--- Records shown ---

"""The review figures: how many alerts were raised, reviewed, confirmed and dismissed (by
reason), how fast, and the precision of the reviewed ones; per window and per role move.

Definitions (README "Reviewing alerts" explains them to operators):

- ``raised``: alerts stored (suppressed accounts excluded);
- ``suppressed``: alerts a suppression held back (computed, never raised);
- ``reviewed``: raised alerts whose case holds a decision now: ``confirmed`` or
  ``dismissed`` (an alert takes its case's decision; a reopened case's alerts are undecided
  until it is decided again), ``dismissed_<reason>`` per reason;
- ``median_time_to_review_seconds``: median, over reviewed alerts, of the time from the
  alert being raised to the first decision on its case after that (alerts that joined an
  already decided case have no such time and are left out);
- ``precision``: ``confirmed / reviewed`` (None when nothing was reviewed).

Tables are natural here, so the counting is done with pandas.
"""

from __future__ import annotations

import io
import math
from typing import Any

import pandas as pd
from sqlalchemy.engine import Engine

from rolewatch.clock import to_rfc3339
from rolewatch.review.states import DISMISS_REASONS
from rolewatch.store import review_stats

COUNTS = ["raised", "suppressed", "reviewed", "confirmed", "dismissed"] + [
    f"dismissed_{reason}" for reason in DISMISS_REASONS
]
FIGURES = COUNTS + ["median_time_to_review_seconds", "precision"]
NO_BASELINE = "no baseline"
_WINDOW_KEYS = ["window_id", "window_start_us", "window_end_us"]
_MOVE_KEYS = ["role_before_name", "role_after_name"]
_ALERT_COLUMNS = [
    "alert_id",
    "window_id",
    "window_start_us",
    "window_end_us",
    "created_us",
    "role_before",
    "role_after",
    "before_name",
    "after_name",
    "decision",
    "reason",
    "first_decided_us",
]
_HELD_COLUMNS = [
    "window_id",
    "window_start_us",
    "window_end_us",
    "role_before",
    "role_after",
    "before_name",
    "after_name",
]


def _role_labels(frame: pd.DataFrame) -> pd.DataFrame:
    """Name each role move: the role's current name, ``role N`` without one, and
    ``no baseline`` for an account first seen in the window."""

    def label(role_id: Any, name: Any) -> str:
        if isinstance(name, str):
            return name
        if role_id is None or (isinstance(role_id, float) and math.isnan(role_id)):
            return NO_BASELINE
        return f"role {int(role_id)}"

    frame["role_before_name"] = [
        label(i, n) for i, n in zip(frame["role_before"], frame["before_name"], strict=True)
    ]
    frame["role_after_name"] = [
        label(i, n) for i, n in zip(frame["role_after"], frame["after_name"], strict=True)
    ]
    return frame


def _marked(alert_rows: list[dict[str, Any]], held_rows: list[dict[str, Any]]) -> pd.DataFrame:
    """One row per alert (raised or held back) with 0/1 columns for every count."""
    raised = pd.DataFrame(alert_rows, columns=_ALERT_COLUMNS)
    decision = raised["decision"].astype(object)
    raised["raised"] = 1
    raised["suppressed"] = 0
    raised["reviewed"] = decision.notna().astype(int)
    raised["confirmed"] = (decision == "confirmed").astype(int)
    raised["dismissed"] = (decision == "dismissed").astype(int)
    for reason in DISMISS_REASONS:
        raised[f"dismissed_{reason}"] = (
            (decision == "dismissed") & (raised["reason"] == reason)
        ).astype(int)
    first = pd.to_numeric(raised["first_decided_us"], errors="coerce")
    created = pd.to_numeric(raised["created_us"], errors="coerce")
    seconds = (first - created) / 1_000_000
    raised["review_seconds"] = seconds.where(raised["reviewed"] == 1)
    held = pd.DataFrame(held_rows, columns=_HELD_COLUMNS)
    for column in COUNTS:
        held[column] = 1 if column == "suppressed" else 0
    held["review_seconds"] = float("nan")
    parts = [part for part in (raised, held) if not part.empty]
    if not parts:
        return _role_labels(raised)
    return _role_labels(pd.concat(parts, ignore_index=True))


def _aggregate(frame: pd.DataFrame, keys: list[str]) -> pd.DataFrame:
    """The counts, the median time to review and the precision per group of ``keys``."""
    sums = frame.groupby(keys, sort=True)[COUNTS].sum()
    medians = frame.groupby(keys, sort=True)["review_seconds"].median()
    table = sums.join(medians.rename("median_time_to_review_seconds"))
    reviewed = table["reviewed"].astype(float)
    table["precision"] = (table["confirmed"] / reviewed).where(reviewed > 0)
    return table.reset_index()


def _number(value: Any) -> float | None:
    """A numpy scalar as a plain float, NaN as None (JSON has no NaN)."""
    if value is None:
        return None
    number = float(value)
    return None if math.isnan(number) else number


def _figures(row: Any) -> dict[str, Any]:
    figures: dict[str, Any] = {name: int(row[name]) for name in COUNTS}
    figures["median_time_to_review_seconds"] = _number(row["median_time_to_review_seconds"])
    figures["precision"] = _number(row["precision"])
    return figures


def review_figures(
    engine: Engine, *, from_us: int | None = None, to_us: int | None = None
) -> dict[str, Any]:
    """The figures over the windows ending in ``[from_us, to_us)``: totals, per window
    (oldest first; windows that raised or held back an alert) and per role move (most
    alerts first)."""
    with engine.connect() as connection:
        alert_rows = review_stats.alert_outcomes(connection, from_us=from_us, to_us=to_us)
        held_rows = review_stats.held_back(connection, from_us=from_us, to_us=to_us)
    frame = _marked(alert_rows, held_rows)
    frame["all"] = "all"
    totals_table = _aggregate(frame, ["all"]) if not frame.empty else None
    totals = (
        _figures(totals_table.iloc[0])
        if totals_table is not None
        else {
            **{name: 0 for name in COUNTS},
            "median_time_to_review_seconds": None,
            "precision": None,
        }
    )
    windows = []
    moves = []
    if not frame.empty:
        for _, row in _aggregate(frame, _WINDOW_KEYS).iterrows():
            windows.append(
                {
                    "window_id": int(row["window_id"]),
                    "window_start": to_rfc3339(int(row["window_start_us"])),
                    "window_end": to_rfc3339(int(row["window_end_us"])),
                    **_figures(row),
                }
            )
        by_move = _aggregate(frame, _MOVE_KEYS)
        by_move = by_move.sort_values(
            ["raised", "role_before_name", "role_after_name"], ascending=[False, True, True]
        )
        for _, row in by_move.iterrows():
            moves.append(
                {
                    "role_before": row["role_before_name"],
                    "role_after": row["role_after_name"],
                    **_figures(row),
                }
            )
    return {
        "from": to_rfc3339(from_us) if from_us is not None else None,
        "to": to_rfc3339(to_us) if to_us is not None else None,
        "reasons": dict(DISMISS_REASONS),
        "totals": totals,
        "windows": windows,
        "transitions": moves,
    }


def figures_csv(figures: dict[str, Any], by: str) -> str:
    """The per-window (``by="window"``) or per-role-move (``by="transition"``) table as CSV,
    one row per group, one column per figure."""
    if by == "window":
        columns = ["window_id", "window_start", "window_end"] + FIGURES
        rows = figures["windows"]
    elif by == "transition":
        columns = ["role_before", "role_after"] + FIGURES
        rows = figures["transitions"]
    else:
        raise ValueError(f"by must be window or transition, not {by!r}")
    table = pd.DataFrame(rows, columns=columns)
    buffer = io.StringIO()
    table.to_csv(buffer, index=False, lineterminator="\n")
    return buffer.getvalue()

---

### Task directions
Give every entry back exactly as it was written above.

### Solution to this task
"""The review figures: how many alerts were raised, reviewed, confirmed and dismissed (by
reason), how fast, and the precision of the reviewed ones; per window and per role move.

Definitions (README "Reviewing alerts" explains them to operators):

- ``raised``: alerts stored (suppressed accounts excluded);
- ``suppressed``: alerts a suppression held back (computed, never raised);
- ``reviewed``: raised alerts whose case holds a decision now: ``confirmed`` or
  ``dismissed`` (an alert takes its case's decision; a reopened case's alerts are undecided
  until it is decided again), ``dismissed_<reason>`` per reason;
- ``median_time_to_review_seconds``: median, over reviewed alerts, of the time from the
  alert being raised to the first decision on its case after that (alerts that joined an
  already decided case have no such time and are left out);
- ``precision``: ``confirmed / reviewed`` (None when nothing was reviewed).

Tables are natural here, so the counting is done with pandas.
"""

from __future__ import annotations

import io
import math
from typing import Any

import pandas as pd
from sqlalchemy.engine import Engine

from rolewatch.clock import to_rfc3339
from rolewatch.review.states import DISMISS_REASONS
from rolewatch.store import review_stats

COUNTS = ["raised", "suppressed", "reviewed", "confirmed", "dismissed"] + [
    f"dismissed_{reason}" for reason in DISMISS_REASONS
]
FIGURES = COUNTS + ["median_time_to_review_seconds", "precision"]
NO_BASELINE = "no baseline"
_WINDOW_KEYS = ["window_id", "window_start_us", "window_end_us"]
_MOVE_KEYS = ["role_before_name", "role_after_name"]
_ALERT_COLUMNS = [
    "alert_id",
    "window_id",
    "window_start_us",
    "window_end_us",
    "created_us",
    "role_before",
    "role_after",
    "before_name",
    "after_name",
    "decision",
    "reason",
    "first_decided_us",
]
_HELD_COLUMNS = [
    "window_id",
    "window_start_us",
    "window_end_us",
    "role_before",
    "role_after",
    "before_name",
    "after_name",
]


def _role_labels(frame: pd.DataFrame) -> pd.DataFrame:
    """Name each role move: the role's current name, ``role N`` without one, and
    ``no baseline`` for an account first seen in the window."""

    def label(role_id: Any, name: Any) -> str:
        if isinstance(name, str):
            return name
        if role_id is None or (isinstance(role_id, float) and math.isnan(role_id)):
            return NO_BASELINE
        return f"role {int(role_id)}"

    frame["role_before_name"] = [
        label(i, n) for i, n in zip(frame["role_before"], frame["before_name"], strict=True)
    ]
    frame["role_after_name"] = [
        label(i, n) for i, n in zip(frame["role_after"], frame["after_name"], strict=True)
    ]
    return frame


def _marked(alert_rows: list[dict[str, Any]], held_rows: list[dict[str, Any]]) -> pd.DataFrame:
    """One row per alert (raised or held back) with 0/1 columns for every count."""
    raised = pd.DataFrame(alert_rows, columns=_ALERT_COLUMNS)
    decision = raised["decision"].astype(object)
    raised["raised"] = 1
    raised["suppressed"] = 0
    raised["reviewed"] = decision.notna().astype(int)
    raised["confirmed"] = (decision == "confirmed").astype(int)
    raised["dismissed"] = (decision == "dismissed").astype(int)
    for reason in DISMISS_REASONS:
        raised[f"dismissed_{reason}"] = (
            (decision == "dismissed") & (raised["reason"] == reason)
        ).astype(int)
    first = pd.to_numeric(raised["first_decided_us"], errors="coerce")
    created = pd.to_numeric(raised["created_us"], errors="coerce")
    seconds = (first - created) / 1_000_000
    raised["review_seconds"] = seconds.where(raised["reviewed"] == 1)
    held = pd.DataFrame(held_rows, columns=_HELD_COLUMNS)
    for column in COUNTS:
        held[column] = 1 if column == "suppressed" else 0
    held["review_seconds"] = float("nan")
    parts = [part for part in (raised, held) if not part.empty]
    if not parts:
        return _role_labels(raised)
    return _role_labels(pd.concat(parts, ignore_index=True))


def _aggregate(frame: pd.DataFrame, keys: list[str]) -> pd.DataFrame:
    """The counts, the median time to review and the precision per group of ``keys``."""
    sums = frame.groupby(keys, sort=True)[COUNTS].sum()
    medians = frame.groupby(keys, sort=True)["review_seconds"].median()
    table = sums.join(medians.rename("median_time_to_review_seconds"))
    reviewed = table["reviewed"].astype(float)
    table["precision"] = (table["confirmed"] / reviewed).where(reviewed > 0)
    return table.reset_index()


def _number(value: Any) -> float | None:
    """A numpy scalar as a plain float, NaN as None (JSON has no NaN)."""
    if value is None:
        return None
    number = float(value)
    return None if math.isnan(number) else number


def _figures(row: Any) -> dict[str, Any]:
    figures: dict[str, Any] = {name: int(row[name]) for name in COUNTS}
    figures["median_time_to_review_seconds"] = _number(row["median_time_to_review_seconds"])
    figures["precision"] = _number(row["precision"])
    return figures


def review_figures(
    engine: Engine, *, from_us: int | None = None, to_us: int | None = None
) -> dict[str, Any]:
    """The figures over the windows ending in ``[from_us, to_us)``: totals, per window
    (oldest first; windows that raised or held back an alert) and per role move (most
    alerts first)."""
    with engine.connect() as connection:
        alert_rows = review_stats.alert_outcomes(connection, from_us=from_us, to_us=to_us)
        held_rows = review_stats.held_back(connection, from_us=from_us, to_us=to_us)
    frame = _marked(alert_rows, held_rows)
    frame["all"] = "all"
    totals_table = _aggregate(frame, ["all"]) if not frame.empty else None
    totals = (
        _figures(totals_table.iloc[0])
        if totals_table is not None
        else {
            **{name: 0 for name in COUNTS},
            "median_time_to_review_seconds": None,
            "precision": None,
        }
    )
    windows = []
    moves = []
    if not frame.empty:
        for _, row in _aggregate(frame, _WINDOW_KEYS).iterrows():
            windows.append(
                {
                    "window_id": int(row["window_id"]),
                    "window_start": to_rfc3339(int(row["window_start_us"])),
                    "window_end": to_rfc3339(int(row["window_end_us"])),
                    **_figures(row),
                }
            )
        by_move = _aggregate(frame, _MOVE_KEYS)
        by_move = by_move.sort_values(
            ["raised", "role_before_name", "role_after_name"], ascending=[False, True, True]
        )
        for _, row in by_move.iterrows():
            moves.append(
                {
                    "role_before": row["role_before_name"],
                    "role_after": row["role_after_name"],
                    **_figures(row),
                }
            )
    return {
        "from": to_rfc3339(from_us) if from_us is not None else None,
        "to": to_rfc3339(to_us) if to_us is not None else None,
        "reasons": dict(DISMISS_REASONS),
        "totals": totals,
        "windows": windows,
        "transitions": moves,
    }


def figures_csv(figures: dict[str, Any], by: str) -> str:
    """The per-window (``by="window"``) or per-role-move (``by="transition"``) table as CSV,
    one row per group, one column per figure."""
    if by == "window":
        columns = ["window_id", "window_start", "window_end"] + FIGURES
        rows = figures["windows"]
    elif by == "transition":
        columns = ["role_before", "role_after"] + FIGURES
        rows = figures["transitions"]
    else:
        raise ValueError(f"by must be window or transition, not {by!r}")
    table = pd.DataFrame(rows, columns=columns)
    buffer = io.StringIO()
    table.to_csv(buffer, index=False, lineterminator="\n")
    return buffer.getvalue()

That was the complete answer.